View Single Post
SychoScribler
#2
Dec31-11, 09:36 PM
P: 3
That is where equation [itex](1)\hspace{1.5em}J(x)=\pi(x)+\frac{1}{2}\pi(x^{1/2})+\frac{1}{3}\pi(x^{1/3})+\cdots+\frac{1}{n}\pi(x^{1/n})+\cdots[/itex]
is inverted to equation [itex](2)\hspace{1.5em}\pi(x)=J(x)-\frac{1}{2}J(x^{1/2})-\frac{1}{3}J(x^{1/3})-\frac{1}{5}J(x^{1/5})+\frac{1}{6}J(x^{1/6})+\cdots+\frac{\mu(n)}{n}J(x^{1/n})+\cdots[/itex].

The explanation given at the bottom of the page is as follows.

"Very simply this inversion is effected by performing successively for each prime [itex]p=2,3,5,7,\ldots[/itex] the operation of replacing the functions [itex]f(x)[/itex] on each side of the equation with the function [itex]f(x)-(1/p)f(x^{1/p})[/itex]. This gives successively
[itex]\begin{eqnarray}J(x)-\frac{1}{2}J(x^{1/2})&=&\pi(x)+\frac{1}{3}\pi(x^{1/3})+\frac{1}{5}\pi(x^{1/5})+\cdots,\\J(x)-\frac{1}{2}J(x^{1/2})-\frac{1}{3}J(x^{1/3})+\frac{1}{6}J(x^{1/6})&=&\pi(x)+\frac{1}{5}\pi(x^{1/5})+\frac{1}{7}\pi(x^{1/7})+\cdots,\end{eqnarray}[/itex]

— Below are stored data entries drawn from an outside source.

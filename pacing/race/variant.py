"""From one race to another with some values replaced, reading the course only if need be."""

from __future__ import annotations

from collections.abc import Mapping
from typing import Any

from pacing.race.build import build
from pacing.race.options import landing, overrides_in, replaced
from pacing.race.origin import Origins
from pacing.race.race import Race


def vary(race: Race, overrides: Mapping[str, Any]) -> Race:
    """The same race with ``overrides`` applied.

    ``overrides`` maps dotted names to values, ``{"bike.crr": "-3 %"}``, or holds tables as an
    option of the race file does (``race.options[0]``). Defaults that follow from other keys
    follow them again. The result has no options.
    Raises as `pacing.race.load_race` does, naming the key of the override.
    """
    asked = overrides_in(overrides)
    table = replaced(race.given, asked, filled=race.inputs)
    landed = {landing(override, race.inputs)[0]: override.origin for override in asked}
    touched = any(override.path[0] == "course" for override in asked)
    course = None if touched else race.course
    return build(table, Origins(None, landed), file=race.file, course=course)
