"""On which line of a TOML text each key stands, which the standard parser does not tell.

The text has been parsed before, so it is valid TOML and the scan may be simple: headers and
keys at the outer level, values skipped. Keys inside inline tables and arrays are not listed;
they are looked up by the key that holds them.
"""

from __future__ import annotations

import re
import tomllib
from collections.abc import Mapping

Path = tuple[str | int, ...]

_BLANK = re.compile(r"(?:[ \t\r\n]|#[^\n]*)*+")
_PART = re.compile(r"""[ \t]*([A-Za-z0-9_-]+|"(?:[^"\\\n]|\\.)*+"|'[^'\n]*+')[ \t]*""")
_STRINGS = {
    '"""': re.compile(r'"""(?:[^"\\]|\\[\s\S]|"(?!""))*+"{3,5}'),
    "'''": re.compile(r"'''(?:[^']|'(?!''))*+'{3,5}"),
    '"': re.compile(r'"(?:[^"\\\n]|\\.)*+"'),
    "'": re.compile(r"'[^'\n]*+'"),
}
_PLAIN = re.compile(r"[^\"'#\[\]{}\n]++")


def key_lines(text: str) -> Mapping[Path, int]:
    """The line (from 1) of every header and outer key of a valid TOML ``text``.

    Empty where the scan loses its way: better no line than a wrong one.
    """
    try:
        return _scan(text.replace("\r\n", "\n"))
    except (ValueError, IndexError):
        return {}


def line_of(lines: Mapping[Path, int], path: Path) -> int | None:
    """The line of ``path``, else of the nearest key or table that holds it."""
    for end in range(len(path), 0, -1):
        if path[:end] in lines:
            return lines[path[:end]]
    return None


def _scan(text: str) -> dict[Path, int]:
    lines: dict[Path, int] = {}
    counts: dict[Path, int] = {}
    table: Path = ()
    counted_to, line = 0, 1
    at = _skip_blank(text, 0)
    while at < len(text):
        line, counted_to = line + text.count("\n", counted_to, at), at
        if text[at] == "[":
            table, at = _header(text, at, counts)
            lines.setdefault(table, line)
        else:
            parts, at = _dotted(text, at)
            if text[at] != "=":
                raise ValueError("no key here")
            lines.setdefault(table + parts, line)
            at = _skip_value(text, at + 1)
        at = _skip_blank(text, at)
    return lines


def _skip_blank(text: str, at: int) -> int:
    found = _BLANK.match(text, at)
    return found.end() if found else at


def _header(text: str, at: int, counts: dict[Path, int]) -> tuple[Path, int]:
    listed = text.startswith("[[", at)
    parts, at = _dotted(text, at + (2 if listed else 1))
    path: Path = ()
    for part in parts[:-1]:
        path += (part,)
        if path in counts:
            path += (counts[path],)
    path += (parts[-1],)
    if listed:
        counts[path] = counts.get(path, -1) + 1
        path += (counts[path],)
    return path, at + (2 if listed else 1)


def _dotted(text: str, at: int) -> tuple[tuple[str, ...], int]:
    parts: list[str] = []
    while True:
        found = _PART.match(text, at)
        if not found:
            raise ValueError("no key here")
        word = found[1]
        parts.append(tomllib.loads(f"k = {word}")["k"] if word[0] in "\"'" else word)
        at = found.end()
        if text[at] != ".":
            return tuple(parts), at
        at += 1


def _skip_value(text: str, at: int) -> int:
    depth = 0
    while at < len(text):
        sign = text[at]
        if sign in "\"'":
            opening = text[at : at + 3] if text[at : at + 3] in _STRINGS else sign
            found = _STRINGS[opening].match(text, at)
            if not found:
                raise ValueError("a string without end")
            at = found.end()
            continue
        if sign == "\n" and depth == 0:
            return at
        if sign == "#":
            found = _BLANK.match(text, at)
            if depth == 0:
                return at
            at = found.end() if found else at + 1
            continue
        depth += (sign in "[{") - (sign in "]}")
        found = _PLAIN.match(text, at)
        at = found.end() if found else at + 1
    return at
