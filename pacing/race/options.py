"""A race table with some values replaced: what an option, a draw or a batch case is.

Keys are called by their dotted names, entries of lists by their own names; a value replaces,
a text such as "-0.004", "+0.2" or "-3 %" changes.
"""

from __future__ import annotations

import re
import tomllib
from collections.abc import Mapping
from dataclasses import dataclass, field
from typing import Any

from pacing.errors import UnusableInputError
from pacing.race.check import TOP, without_rivals
from pacing.race.keys import ENTRY_NAME, LIST_MARK, Key, lists_of, sections
from pacing.race.lines import Path
from pacing.race.nearest import did_you_mean, did_you_mean_key
from pacing.race.origin import Origin, Origins, dotted, quoted, shown

CHANGE = re.compile(r"\s*([+-])\s*(\d+(?:\.\d+)?)\s*(%?)\s*")
WRAPS = "wind_from_deg"
CHANGEABLE = tuple(name for name in TOP if name != "options")


@dataclass(frozen=True)
class Override:
    """One key replaced: its ``path`` as called by the user, where that was written, the value."""

    path: Path
    value: Any
    start: Path = ()
    origins: Origins = field(default_factory=Origins)

    def error(
        self, found: str, *, expected: str | None = None, mend: str | None = None
    ) -> Exception:
        """The error to raise about this override."""
        return self.origins.error((*self.start, *self.path), found, expected=expected, mend=mend)

    @property
    def origin(self) -> Origin:
        """Where the new value stands, to be named instead of the key it replaces."""
        path = (*self.start, *self.path)
        origin = self.origins.of(path)
        return Origin(origin.file, origin.path, origin.option or dotted(path))


def overrides_in(
    table: Mapping[str, Any], *, start: Path = (), origins: Origins | None = None
) -> tuple[Override, ...]:
    """Every key that ``table`` replaces; nested tables and dotted names may be mixed.

    ``table`` is an option of a race file, or ``{"bike.crr": 0.004}``; its ``name`` is passed
    over. ``start`` and ``origins`` say where it stands. Raises `UnusableInputError` for what is
    no key of a race, naming the nearest.
    """
    found: list[Override] = []
    for name, value in table.items():
        if name != "name":
            _collect(Override(_parts(name), value, start, origins or Origins()), found)
    return tuple(found)


def replaced(
    given: Mapping[str, Any], overrides: tuple[Override, ...], *, filled: Mapping[str, Any]
) -> dict[str, Any]:
    """The table as written with ``overrides`` applied, unchecked; its options are left out.

    ``filled`` is the same race with every default, to which relative changes apply. Raises
    `UnusableInputError` for an entry that is not there and for a change that is none.
    """
    table = {name: value for name, value in given.items() if name != "options"}
    for override in overrides:
        path, key = landing(override, filled)
        value = override.value if key is None else _changed(key, override, filled, path)
        table = _with_value(table, path, value)
    return table


def landing(override: Override, filled: Mapping[str, Any]) -> tuple[Path, Key | None]:
    """The path an override lands on, entries by number, and its key (None for a whole list)."""
    path = override.path
    section, name = str(path[0]), str(path[1])
    if name not in lists_of(section):
        return path, sections()[section][name]
    if len(path) == 2:
        return path, None
    listed = f"{section}.{name}{LIST_MARK}"
    names = [entry[ENTRY_NAME[listed]] for entry in filled[section][name]]
    if path[2] not in names:
        known = (
            "one of " + ", ".join(quoted(n) for n in names) if names else "an entry that is there"
        )
        raise override.error(f"no entry is called {quoted(str(path[2]))}", expected=known)
    return (section, name, names.index(path[2]), path[3]), sections()[listed][str(path[3])]


def _parts(name: str) -> Path:
    if "." not in name:
        return (name,)
    try:
        inner: Any = tomllib.loads(f"{name} = 0")
    except ValueError:
        raise UnusableInputError(
            "not a dotted name", key=quoted(name), expected="a key such as rider.mass_kg"
        ) from None
    path: Path = ()
    while isinstance(inner, dict) and len(inner) == 1:
        ((part, inner),) = inner.items()
        path += (part,)
    return path


def _collect(override: Override, found: list[Override]) -> None:
    known, value = _known(override), override.value
    if known == "key" or (known == "list" and isinstance(value, list)):
        found.append(override)
    elif isinstance(value, dict):
        for name, inner in value.items():
            path = (*override.path, name)
            _collect(Override(path, inner, override.start, override.origins), found)
    else:
        raise override.error(shown(value), expected="the keys of a race below this")


def _known(override: Override) -> str:
    """What a path is: "key", "list", or "table" for all that leads to keys."""
    names = [str(part) for part in override.path]
    if names[0] not in CHANGEABLE:
        raise override.error("unknown key", mend=did_you_mean(names[0], CHANGEABLE))
    if len(names) == 1:
        return "table"
    section, name, rest = names[0], names[1], names[2:]
    lists = lists_of(section)
    if name in lists:
        if len(rest) < 2:
            return "table" if rest else "list"
        section, name, rest, lists = f"{section}.{name}{LIST_MARK}", rest[1], rest[2:], ()
    if name == "file" and section != "course":
        raise override.error("a file cannot be exchanged", expected="the keys themselves")
    if name not in sections()[section] or rest:
        raise override.error("unknown key", mend=did_you_mean_key(name, section, lists))
    return "key"


def _with_value(holder: Any, path: Path, value: Any) -> Any:
    """A copy of ``holder`` with the value at ``path``; what is not on the path is shared."""
    part, rest = path[0], path[1:]
    if isinstance(part, int):
        items = list(holder)
        items[part] = _with_value(items[part], rest, value)
        return items
    table = dict(holder or {})
    if rest:
        table[part] = _with_value(table.get(part), rest, value)
        return table
    return without_rivals(table, {part: value}) | {part: value}


def _changed(key: Key, override: Override, filled: Mapping[str, Any], path: Path) -> Any:
    """The new value: as given, or that of ``filled`` changed by a text such as "-3 %"."""
    value = override.value
    before: Any = filled
    if not isinstance(value, str) or key.low is None or key.kind == "text or integer":
        return value
    found = CHANGE.fullmatch(value)
    if not found:
        raise override.error(
            shown(value), expected=f'{key.expected}, or a change such as "-0.004" or "-3 %"'
        )
    for part in path:
        before = before[part]
    if before is None or isinstance(before, list):
        raise override.error(
            f"a change of {quoted(value)} to what is not given", expected=key.expected
        )
    amount = float(found[1] + found[2])

    def changed(number: float) -> float:
        return number * (1.0 + amount / 100.0) if found[3] else number + amount

    if isinstance(before, dict):
        angles, values = key.columns or ("", "")
        return {angles: before[angles], values: [changed(number) for number in before[values]]}
    number = changed(before)
    wraps = key.name == WRAPS and not key.section.startswith("uncertainty")
    return number % 360.0 if wraps else number
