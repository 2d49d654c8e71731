"""The race file's ``[[options]]``: each must give a race whose keys can be used."""

from __future__ import annotations

from collections.abc import Mapping
from typing import Any

from pacing.errors import CannotBeRiddenError, UnusableInputError
from pacing.race.check import Checked
from pacing.race.complete import completed
from pacing.race.keys import sections
from pacing.race.lines import Path
from pacing.race.options import landing, overrides_in, replaced
from pacing.race.origin import Origins, quoted, shown
from pacing.race.value import checked_value

MOST_OPTIONS = 500


def checked_options(
    given: Mapping[str, Any], origins: Origins, *, filled: Mapping[str, Any]
) -> tuple[dict[str, Any], ...]:
    """The options as written, after trying each on the race.

    Raises `UnusableInputError` naming the option's key. An option whose race could not be
    ridden is left for the comparison to say.
    """
    options = given.get("options", [])
    if not isinstance(options, list) or len(options) > MOST_OPTIONS:
        expected = f"tables, each under [[options]], at most {MOST_OPTIONS}"
        raise origins.error(("options",), shown(options), expected=expected)
    names: list[str] = []
    for number, option in enumerate(options):
        path: Path = ("options", number)
        if not isinstance(option, dict):
            raise origins.error(path, shown(option), expected="a table under [[options]]")
        name = _name(option, path, origins)
        if name in names:
            raise origins.error(
                (*path, "name"), f"{quoted(name)} a second time", expected="a name of its own"
            )
        names.append(name)
        _try(given, option, path, origins, filled)
    return tuple(options)


def _name(option: Mapping[str, Any], path: Path, origins: Origins) -> str:
    key = sections()["options[]"]["name"]
    if "name" not in option:
        raise origins.error((*path, "name"), "missing", expected=key.expected)
    text = checked_value(key, option["name"], (*path, "name"), origins, lambda *_: None)
    return str(text)


def _try(
    given: Mapping[str, Any],
    option: Mapping[str, Any],
    path: Path,
    origins: Origins,
    filled: Mapping[str, Any],
) -> None:
    overrides = overrides_in(option, start=path, origins=origins)
    if not overrides:
        raise origins.error(path, "changes nothing", expected="a key of the race, such as bike.crr")
    table = replaced(given, overrides, filled=filled)
    landed = {landing(override, filled)[0]: override.origin for override in overrides}
    checked = Checked(table, Origins(origins.race, {**origins.others, **landed}))
    try:
        completed(checked.table(), checked)
    except CannotBeRiddenError:
        return
    except UnusableInputError as problem:
        if problem.key and problem.key.startswith("options["):
            raise
        raise origins.error(
            path,
            f"the race would have {problem.key}: {problem.found}",
            expected=problem.expected,
            mend=problem.mend,
        ) from None
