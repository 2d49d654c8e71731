"""The nearest known name to a mistyped one."""

from __future__ import annotations

from collections.abc import Iterable
from difflib import SequenceMatcher

from pacing.race.keys import LIST_MARK, sections

LONGEST_COMPARED = 60


def nearest(name: str, known: Iterable[str]) -> str:
    """The known name most like ``name``; there must be at least one."""
    wanted = name[:LONGEST_COMPARED].lower()
    return max(known, key=lambda other: SequenceMatcher(None, wanted, other.lower()).ratio())


def did_you_mean(name: str, known: Iterable[str]) -> str:
    """The question that ends an error about a mistyped name."""
    return f"did you mean {nearest(name, known)}?"


def did_you_mean_key(name: str, section: str, lists: Iterable[str] = ()) -> str:
    """The same for a key of ``section``; the very name in another table comes first."""
    elsewhere = [s for s, keys in sections().items() if name in keys and s != section]
    if elsewhere:
        return f"did you mean {elsewhere[0]}.{name}?"
    return did_you_mean(name, [*sections()[section], *lists])


def did_you_mean_anywhere(name: str) -> str:
    """The same for a key that stands outside all tables."""
    homes = {key: section for section, keys in reversed(sections().items()) for key in keys}
    key = nearest(name, homes)
    return f"did you mean {homes[key].replace(LIST_MARK, '')}.{key}?"
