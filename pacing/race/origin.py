"""Where each key of a race was written, and what to say of it when it cannot be used."""

from __future__ import annotations

import math
import re
from collections.abc import Mapping
from dataclasses import dataclass, field
from typing import Any

from pacing.errors import UnusableInputError
from pacing.race.lines import Path
from pacing.race.toml_file import TomlFile

LONGEST_SHOWN = 60
_BARE = re.compile(r"[A-Za-z0-9_-]+")


@dataclass(frozen=True)
class Origin:
    """Where a key came from: a file, and the path of the key there; or a command's option."""

    file: TomlFile | None
    path: Path = ()
    option: str | None = None


@dataclass(frozen=True)
class Origins:
    """The origin of every path that does not come from the race file itself."""

    race: TomlFile | None = None
    others: Mapping[Path, Origin] = field(default_factory=dict)

    def of(self, path: Path) -> Origin:
        """The origin of a key: that of the longest listed path that leads to it."""
        for end in range(len(path), 0, -1):
            found = self.others.get(path[:end])
            if found is not None:
                return Origin(found.file, found.path + path[end:], found.option)
        return Origin(self.race, path)

    def error(
        self,
        path: Path,
        found: str,
        *,
        expected: str | None = None,
        mend: str | None = None,
    ) -> UnusableInputError:
        """The error to raise about the key at ``path`` (as the race names it)."""
        origin = self.of(path)
        key = origin.option or dotted(path)
        if origin.file is None:
            return UnusableInputError(found, key=key, expected=expected, mend=mend)
        return UnusableInputError(
            found,
            file=origin.file.file,
            line=origin.file.line_of(origin.path),
            key=key,
            expected=expected,
            mend=mend,
        )


def dotted(path: Path) -> str:
    """A path as a dotted name: ``rider.positions[0].cda_m2``."""
    text = ""
    for part in path:
        if isinstance(part, int):
            text += f"[{part}]"
        else:
            word = part if _BARE.fullmatch(part) and len(part) <= LONGEST_SHOWN else quoted(part)
            text += f".{word}" if text else word
    return text


def path_of(name: str) -> Path:
    """The path of a simple dotted name, ``rider.positions[0].name``: `dotted` undone."""
    path: Path = ()
    for word in name.split("."):
        part, _, number = word.partition("[")
        path += (part, int(number.rstrip("]"))) if number else (part,)
    return path


def quoted(text: str) -> str:
    """Text in quotes, shortened, with nothing in it that a terminal would obey."""
    short = text if len(text) <= LONGEST_SHOWN else text[: LONGEST_SHOWN - 1] + "…"
    safe = "".join(c if c.isprintable() else c.encode("unicode_escape").decode() for c in short)
    return f'"{safe}"'


def shown(value: Any) -> str:
    """What was found, in a few words."""
    if isinstance(value, bool):
        return "true" if value else "false"
    if isinstance(value, str):
        return f"the text {quoted(value)}" if value.strip() else "an empty text"
    if isinstance(value, int):
        if abs(value) < 10**15:
            return str(value)
        return f"a whole number of some {math.ceil(value.bit_length() * 0.30103)} digits"
    if isinstance(value, float):
        return f"{value:.15g}" if math.isfinite(value) else f"{value} (not a finite number)"
    if isinstance(value, list):
        return "an empty list" if not value else f"a list of {len(value)}"
    if isinstance(value, dict):
        return "a table"
    return f"the date or time {value}"
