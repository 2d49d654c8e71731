"""From the checked table to a Race, and from a Race to another with some values replaced."""

from __future__ import annotations

import os
from collections.abc import Mapping
from pathlib import Path
from typing import Any

from pacing.air import Day, Weather
from pacing.bike import Bike, DragArea
from pacing.course import load_course
from pacing.course.course import Course, CourseSpec
from pacing.errors import UnusableInputError
from pacing.race.check import Checked
from pacing.race.complete import completed
from pacing.race.option_list import checked_options
from pacing.race.origin import Origins, path_of
from pacing.race.race import PlanSettings, Race, Uncertainty
from pacing.race.value import clock_s
from pacing.rider import Position, Rider
from pacing.units import KMH_PER_M_S, ZERO_CELSIUS_K


def build(
    given: Mapping[str, Any], origins: Origins, *, file: Path, course: Course | None = None
) -> Race:
    """The race of a table as written; ``course`` saves reading it where it is known already.

    Raises as `pacing.race.load_race` does.
    """
    checked = Checked(given, origins)
    table = completed(checked.table(), checked)
    if course is None:
        course = _course(table["course"], file, origins)
    _fill_heights(table["air"], float(course.elevation_m[0]))
    options = checked_options(given, origins, filled=table)
    return Race(
        course=course,
        rider=_rider(table["rider"], origins),
        bike=_bike(table["bike"], origins),
        day=_day(table["air"]),
        plan=_settings(table["plan"]),
        uncertainty=Uncertainty(**table["uncertainty"]),
        options=options,
        inputs=_echo(table, options),
        file=file,
        cautions=(*checked.cautions, *course.report.cautions),
        given=given,
    )


def _course(course: dict[str, Any], file: Path, origins: Origins) -> Course:
    """The course; an error about one of its keys is told as one about the race file."""
    spec = _spec(course, file)
    if not os.path.exists(spec.file):  # noqa: PTH110 - does not raise on a name too long
        raise origins.error(
            ("course", "file"), f"no such file: {spec.file}", expected="a GPX or CSV course file"
        )
    try:
        return load_course(spec)
    except UnusableInputError as problem:
        if problem.file is not None or not problem.key:
            raise
        path = path_of(problem.key.split(",")[0])
        raise origins.error(
            path, problem.found, expected=problem.expected, mend=problem.mend
        ) from None


def _spec(course: dict[str, Any], file: Path) -> CourseSpec:
    keys = dict(course)
    keys["file"] = file.parent / keys["file"]
    keys["ignore_bends_km"] = tuple(keys.pop("ignore_bends"))
    for name in ("slow_points", "stretches", "landmarks"):
        keys[name] = tuple(
            {key: value for key, value in entry.items() if value is not None}
            for entry in keys[name]
        )
    return CourseSpec(**keys)


def _fill_heights(air: dict[str, Any], start_height_m: float) -> None:
    for weather in (air, *air["hours"]):
        if weather["temperature_height_m"] is None:
            weather["temperature_height_m"] = start_height_m


def _rider(rider: dict[str, Any], origins: Origins) -> Rider:
    return Rider(
        mass_kg=rider["mass_kg"],
        kit_mass_kg=rider["kit_mass_kg"],
        critical_power_w=rider["critical_power_w"],
        w_prime_j=rider["w_prime_kj"] * 1000.0,
        positions=tuple(
            _position(position, number, origins)
            for number, position in enumerate(rider["positions"])
        ),
        fit_form=rider["fit_form"],
        peak_power_w=rider["peak_power_w"],
        long_decline_w=rider["long_decline_w"],
        recovery_law=rider["recovery_law"],
        power_meter_factor=rider["power_meter_factor"],
        tested_position=rider["tested_position"],
        max_cadence_rpm=rider["max_cadence_rpm"],
        max_speed_m_s=rider["max_speed_kmh"] / KMH_PER_M_S,
    )


def _position(position: dict[str, Any], number: int, origins: Origins) -> Position:
    area = position["cda_m2"]
    yaw, m2 = (area["yaw_deg"], area["m2"]) if isinstance(area, dict) else ([0.0], [area])
    try:
        drag_area = DragArea.from_convention(yaw, m2, position["cda_convention"])
    except UnusableInputError as problem:
        path = ("rider", "positions", number, "cda_m2")
        raise origins.error(path, problem.found, expected=problem.expected) from None
    slowest, fastest = position["min_speed_kmh"], position["max_speed_kmh"]
    return Position(
        position["name"],
        drag_area,
        position["power_share"],
        min_speed_m_s=None if slowest is None else slowest / KMH_PER_M_S,
        max_speed_m_s=None if fastest is None else fastest / KMH_PER_M_S,
        longest_s=position["longest_s"],
    )


def _bike(bike: dict[str, Any], origins: Origins) -> Bike:
    change = bike["cda_by_yaw"]
    names = (
        "mass_kg", "crr", "drivetrain_efficiency", "power_measured_at", "bearing_n",
        "bearing_n_per_m_s", "wheel_rotation_m2", "wheel_inertia_kg_m2", "top_gear",
        "wheel_circumference_m",
    )  # fmt: skip
    return Bike(
        **{name: bike[name] for name in names},
        cda_by_yaw=change and DragArea(tuple(change["yaw_deg"]), tuple(change["delta_m2"])),
    )


def _day(air: dict[str, Any]) -> Day:
    return Day(tuple(_weather(weather) for weather in air["hours"] or [air]))


def _weather(air: dict[str, Any]) -> Weather:
    at_station = air["station_pressure_hpa"] is not None
    return Weather(
        temperature_k=air["temperature_c"] + ZERO_CELSIUS_K,
        pressure_pa=100.0 * (air["station_pressure_hpa"] if at_station else air["pressure_hpa"]),
        wind_speed_m_s=air["wind_speed_m_s"],
        wind_from_deg=air["wind_from_deg"],
        relative_humidity=air["humidity_pct"] / 100.0,
        temperature_height_m=air["temperature_height_m"],
        pressure_height_m=air["station_height_m"] if at_station else 0.0,
        wind_height_m=air["wind_height_m"],
        surroundings=air["surroundings"],
        clock_s=_seconds(air.get("at", "00:00")),
    )


def _settings(plan: dict[str, Any]) -> PlanSettings:
    keys = dict(plan)
    keys["start_clock_s"] = _seconds(keys.pop("start"))
    keys["reserve_j"] = keys.pop("reserve_kj") * 1000.0
    return PlanSettings(**keys)


def _seconds(clock: str) -> float:
    return clock_s(clock, (), Origins(), "a clock")


def _echo(table: dict[str, Any], options: tuple[Any, ...]) -> dict[str, Any]:
    """The race with every default filled in, in the shape of the race file."""
    echo = {name: dict(section) for name, section in table.items()}
    for name in ("rider", "bike", "air"):
        echo[name].pop("file", None)
    return {**echo, "options": [dict(option) for option in options]}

etc, where at each step the sum on the left consists of those terms of the right side of [itex](2)[/itex] for which the factors of [itex]n[/itex] contain only the primes already covered and the sum on the right consists of those terms of the right side of [itex](1)[/itex] for which the factors of [itex]n[/itex] contain none of the primes already covered. Once [itex]p[/itex] is sufficiently large, the latter are all zero except for [itex]\pi(x)[/itex]."

Can anyone help me understand the "missing bits" please?